Got a message this morning that the esata was now enabled along with the rhapsody add on. When the tivo to tivo transfers gets enabled on the tivo hd's I will be a happy camper. That way I can tell my wife to stop setting will and grace on the tivo hd because she wants to watch them on the big screen some times instead of the bedroom. I have tivo suggestions enabled so generally they are pretty good and I watch them until the wife tries to set her shows when they are already recording in the bedroom.


----------



## SCSIRAID (Feb 2, 2003)

mamosley said:


> Got a message this morning that the esata was now enabled along with the rhapsody add on. When the tivo to tivo transfers gets enabled on the tivo hd's I will be a happy camper. That way I can tell my wife to stop setting will and grace on the tivo hd because she wants to watch them on the big screen some times instead of the bedroom. I have tivo suggestions enabled so generally they are pretty good and I watch them until the wife tries to set her shows when they are already recording in the bedroom.


Did you get new firmware?? What version number?


----------



## TiivoDog (Feb 14, 2007)

mamosley said:


> Got a message this morning that the esata was now enabled along with the rhapsody add on. When the tivo to tivo transfers gets enabled on the tivo hd's I will be a happy camper. That way I can tell my wife to stop setting will and grace on the tivo hd because she wants to watch them on the big screen some times instead of the bedroom. I have tivo suggestions enabled so generally they are pretty good and I watch them until the wife tries to set her shows when they are already recording in the bedroom.


I just connected and didn't get the message, so no dice here.


----------



## mulscully (May 31, 2003)

Can anyone confirm this??


----------



## singletb (May 12, 2004)

mulscully said:


> Can anyone confirm this??


This is the first place I have seen anything about this.

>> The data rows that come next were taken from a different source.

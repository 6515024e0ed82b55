import type { CandidateView } from '../../contracts/candidate';

export interface WarningsProps {
  warnings: CandidateView['warnings'];
  /** The sentence that stands beside it already. */
  except: string;
  className?: string;
}

/** What to beware of; what the explanation says already is not said twice. */
export function Warnings({ warnings, except, className = '' }: WarningsProps) {
  const left = warnings.filter(({ sentence }) => sentence !== except);
  if (left.length === 0) return null;
  return (
    <ul
      aria-label="Warnings"
      className={`border-warning list-none space-y-2 border-l-2 p-0 pl-4 ${className}`}
    >
      {left.map(({ code, sentence }) => (
        <li key={`${code}-${sentence}`} className="max-w-[72ch]">
          {sentence}
        </li>
      ))}
    </ul>
  );
}
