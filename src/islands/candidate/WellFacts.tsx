import type { CandidateWell } from '../../contracts/candidate';
import { celsius } from '../charts/buildArrheniusOption';
import { plotNumber } from '../charts/plotNumber';
import { percent } from './figures';
import { sourceSentence } from './sourceCells';
import { determination } from './wellPlot';

/** What is known of one well, and where its readings stand in the workbook. */
export function WellFacts({ well, fileName }: { well: CandidateWell; fileName: string }) {
  const { analysis } = well;
  const r2 = determination(well);
  const facts: [string, string | null][] = [
    ['Plate', well.plate],
    ['Position', well.position],
    ['Temperature', `${celsius(well.temperatureK)} (${plotNumber(well.temperatureK, 5)} K)`],
    ['Replicate', well.replicate === null ? null : String(well.replicate)],
    ['Catalyst', well.massG === null ? null : `${plotNumber(well.massG * 1e3)} mg`],
    ['Volume', well.volumeL === null ? null : `${plotNumber(well.volumeL * 1e3)} mL`],
    ['Loading', analysis.loadingGPerL === null ? null : `${plotNumber(analysis.loadingGPerL)} g/L`],
    [
      'Readings',
      analysis.pointsExcluded === 0
        ? `${analysis.pointsUsed} used`
        : `${analysis.pointsUsed} used, ${analysis.pointsExcluded} left out`,
    ],
    ['Conversion', analysis.conversion === null ? null : percent(analysis.conversion)],
    [
      'Free order n',
      analysis.apparentOrder
        ? `${plotNumber(analysis.apparentOrder.value, 3)}${
            analysis.apparentOrder.low !== null && analysis.apparentOrder.high !== null
              ? ` (${plotNumber(analysis.apparentOrder.low, 3)} to ${plotNumber(analysis.apparentOrder.high, 3)})`
              : ''
          }`
        : null,
    ],
    [
      'Residual trend',
      analysis.lackOfFit
        ? `${analysis.lackOfFit.significant ? 'beyond chance' : 'none'}${
            analysis.lackOfFit.runsP === null
              ? ''
              : ` (p\u00a0=\u00a0${plotNumber(analysis.lackOfFit.runsP, 2)})`
          }`
        : null,
    ],
    ['R²', r2 === null ? null : r2.toFixed(4)],
  ];
  return (
    <div>
      <dl className="m-0 grid grid-cols-[auto_1fr] gap-x-4 gap-y-0.5 text-[13.5px] leading-5">
        {facts.map(([name, value]) =>
          value === null ? null : (
            <div key={name} className="contents">
              <dt className="text-quiet">{name}</dt>
              <dd className="m-0 tabular-nums">{value}</dd>
            </div>
          ),
        )}
      </dl>
      <p className="text-quiet mt-3 text-[13px] leading-5 wrap-anywhere">
        {sourceSentence(well.source, fileName)}.
      </p>
    </div>
  );
}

Usually the HD Tivo Blog and Engadget HD are on top of this sort of thing if true. I personally can't wait until the official expanded storage comes to fruition. My season passes for HD shows has been growing at an exponential rate.


----------



## sinanju (Jan 3, 2005)

I can confirm it. I received 9.2 on my S3 last night. I have the same message.

The System Information page has an entry that says "External Storage: Not attached".


----------



## TiivoDog (Feb 14, 2007)

sinanju said:


> I can confirm it. I received 9.2 on my S3 last night. I have the same message.
> 
> The System Information page has an entry that says "External Storage: Not attached".

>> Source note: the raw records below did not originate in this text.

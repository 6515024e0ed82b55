import type { CandidateWell } from '../../contracts/candidate';
import type { ResidualPlot, ResidualPoint } from '../charts/buildResidualOption';
import type { WellPlot } from '../charts/decayChart';
import { readingName, readingUnitFor, timeUnitFor } from '../charts/displayUnits';
import { interpolate } from '../charts/interpolate';
import { extent } from '../charts/niceScale';
import { freeOrderOf, isAsserted, lawLabel } from './lawWords';
import { cellOf } from './sourceCells';

const largest = (values: readonly (number | null)[]) => {
  const [low, high] = extent(values) ?? [0, 1];
  return Math.max(Math.abs(low), Math.abs(high));
};

/** What the charts of one well need, in units that fit its size and length. */
export function wellPlotOf(well: CandidateWell, reactant: string): WellPlot {
  const { analysis, curves } = well;
  const order = freeOrderOf(analysis);
  return {
    readings: well.timesS.map((timeS, index) => ({
      timeS,
      value: well.values[index] ?? null,
      excluded: false,
      place: cellOf(well.source, index),
    })),
    curves: {
      timesS: curves.timesS,
      laws: curves.laws.map(({ law, values }) => ({ law, values, label: lawLabel(law, order) })),
      band: curves.band,
      shownLaw: analysis.shownLaw,
      asserted: isAsserted(analysis),
    },
    quantity: readingName(analysis.kind, reactant),
    timeUnit: timeUnitFor(Math.max(0, ...well.timesS)),
    readingUnit: readingUnitFor(analysis.dimension, largest(well.values)),
  };
}

/** Reading minus shown curve, at each reading that counts; empty when no curve is shown. */
export function residualsOf(well: CandidateWell): ResidualPoint[] {
  const { analysis, curves } = well;
  const shown = curves.laws.find(({ law }) => law === analysis.shownLaw);
  if (!shown) return [];
  return well.timesS.flatMap((timeS, index) => {
    const value = well.values[index] ?? null;
    const curve = interpolate(curves.timesS, shown.values, timeS);
    if (value === null || curve === null) return [];
    return [
      {
        timeS,
        residual: value - curve,
        outlier: analysis.outliers.includes(index),
        place: cellOf(well.source, index),
      },
    ];
  });
}

/** What the residual chart needs, in a unit of the residuals' own size. */
export function residualPlotOf(well: CandidateWell): ResidualPlot {
  const points = residualsOf(well);
  const { analysis } = well;
  return {
    points,
    residualSd: analysis.residualSd,
    timeUnit: timeUnitFor(Math.max(0, ...well.timesS)),
    readingUnit: readingUnitFor(
      analysis.dimension,
      largest(points.map(({ residual }) => residual)),
    ),
  };
}

/** The decay in one sentence, for those who do not see the chart. */
export function describeDecay(well: CandidateWell, plot: WellPlot): string {
  const { timeUnit, readingUnit, readings, curves } = plot;
  const numbers = readings.flatMap(({ value }) => (value === null ? [] : [value]));
  const show = (value: number | undefined) =>
    value === undefined
      ? 'nothing'
      : `${(value * readingUnit.factor).toPrecision(3)} ${readingUnit.unit}`;
  const minutes = (Math.max(0, ...well.timesS) * timeUnit.factor).toPrecision(3);
  const law =
    curves.shownLaw === null
      ? 'No curve is drawn.'
      : `The ${curves.asserted ? 'fitted' : 'likeliest'} curve is ${lawLabel(curves.shownLaw)}.`;
  return (
    `${plot.quantity} against time, well ${well.position} of ${well.plate}: ${numbers.length} ` +
    `readings from ${show(numbers[0])} to ${show(numbers.at(-1))} in ${minutes} ${timeUnit.unit}. ` +
    `${law} The readings stand in the table below.`
  );
}

/**
 * Coefficient of determination of the shown curve; null without a curve or spread. Kept to this
 * page: it is near 1 for every law that falls, and decides nothing.
 */
export function determination(well: CandidateWell): number | null {
  const residuals = residualsOf(well).map(({ residual }) => residual);
  const values = well.values.filter((value): value is number => value !== null);
  if (residuals.length === 0 || residuals.length !== values.length) return null;
  const mean = values.reduce((sum, value) => sum + value, 0) / values.length;
  const total = values.reduce((sum, value) => sum + (value - mean) ** 2, 0);
  const left = residuals.reduce((sum, residual) => sum + residual ** 2, 0);
  return total > 0 ? 1 - left / total : null;
}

Sounds like another staggered roll out............


----------



## tootal2 (Oct 14, 2005)

sinanju said:


> I can confirm it. I received 9.2 on my S3 last night. I have the same message.
> 
> The System Information page has an entry that says "External Storage: Not attached".

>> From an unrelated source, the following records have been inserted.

import type { LawRequest, RateLawName, SeriesAnalysis } from '../../kinetics/types';
import { plotNumber } from '../charts/plotNumber';

/** The law's name where there is little room. */
export function lawLabel(law: string, order: number | null = null): string {
  switch (law) {
    case 'order':
      return order === null ? 'free order' : `order ${plotNumber(order, 3)}`;
    default:
      return law;
  }
}

/** The law's name in a sentence or a table. */
export function lawName(law: RateLawName, order: number | null = null): string {
  switch (law) {
    case 'zero':
      return 'Zero order';
    case 'first':
      return 'First order';
    case 'second':
      return 'Second order';
    case 'saturating':
      return 'Saturating surface';
    case 'order':
      return order === null ? 'Free order' : `Order ${plotNumber(order, 3)}`;
  }
}

/** The number that stands for `order` fits: the forced one, else the one found. */
export function freeOrderOf({ law, order, apparentOrder }: SeriesAnalysis): number | null {
  return forcedOrder(law) ?? order ?? apparentOrder?.value ?? null;
}

function forcedOrder(law: LawRequest): number | null {
  return typeof law === 'object' ? law.order : null;
}

/** True when the well's shown law is held to be the right one, and not merely the likeliest. */
export function isAsserted({ verdict }: Pick<SeriesAnalysis, 'verdict'>): boolean {
  switch (verdict) {
    case 'zero':
    case 'first':
    case 'second':
    case 'saturating':
    case 'forced':
      return true;
    case 'other':
    case 'undetermined':
    case 'no-reaction':
    case 'unusable':
      return false;
  }
}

Has anyone tried to use the external esata with 9.2? I just put a 750gb into my tivo hd and have the 160gb drive in a external esata case. Will it have to be formated to use?


----------



## bkdtv (Jan 9, 2003)

mamosley said:


> Got a message this morning that the esata was now enabled along with the rhapsody add on. When the tivo to tivo transfers gets enabled on the tivo hd's I will be a happy camper. That way I can tell my wife to stop setting will and grace on the tivo hd because she wants to watch them on the big screen some times instead of the bedroom. I have tivo suggestions enabled so generally they are pretty good and I watch them until the wife tries to set her shows when they are already recording in the bedroom.


What is the full version number on your System Information screen?


----------



## Bierboy (Jun 12, 2004)

I would also think 9.2 would be the rollout version for S3/THD TTG and MRV?


----------



## Revolutionary (Dec 1, 2004)

Okay, you people are being entirely too mum here! If eSATA is officially activated, this is big news.

WHAT EXACTLY DID THE MESSAGE SAY? Did it mention the Tivo-branded eSATA hardware? "Any eSATA enabled drive?"

_*DETAILS!!!*_


----------



## bkdtv (Jan 9, 2003)

I'm sure TivoPony will post further information when Tivo is ready.


----------



## ah30k (Jan 9, 2006)

The OP has been way too silent since making the claim. I am skeptical.


----------



## SCSIRAID (Feb 2, 2003)

tootal2 said:


> Has anyone tried to use the external esata with 9.2? I just put a 750gb into my tivo hd and have the 160gb drive in a external esata case. Will it have to be formated to use?


Are you sure you want to destroy your original and not keep it for a backup??


----------



## mamosley (Apr 9, 2003)

bkdtv said:


> What is the full version number on your System Information screen?


9.2.J1-01-2-652


----------



## mamosley (Apr 9, 2003)

ah30k said:


> The OP has been way too silent since making the claim. I am skeptical.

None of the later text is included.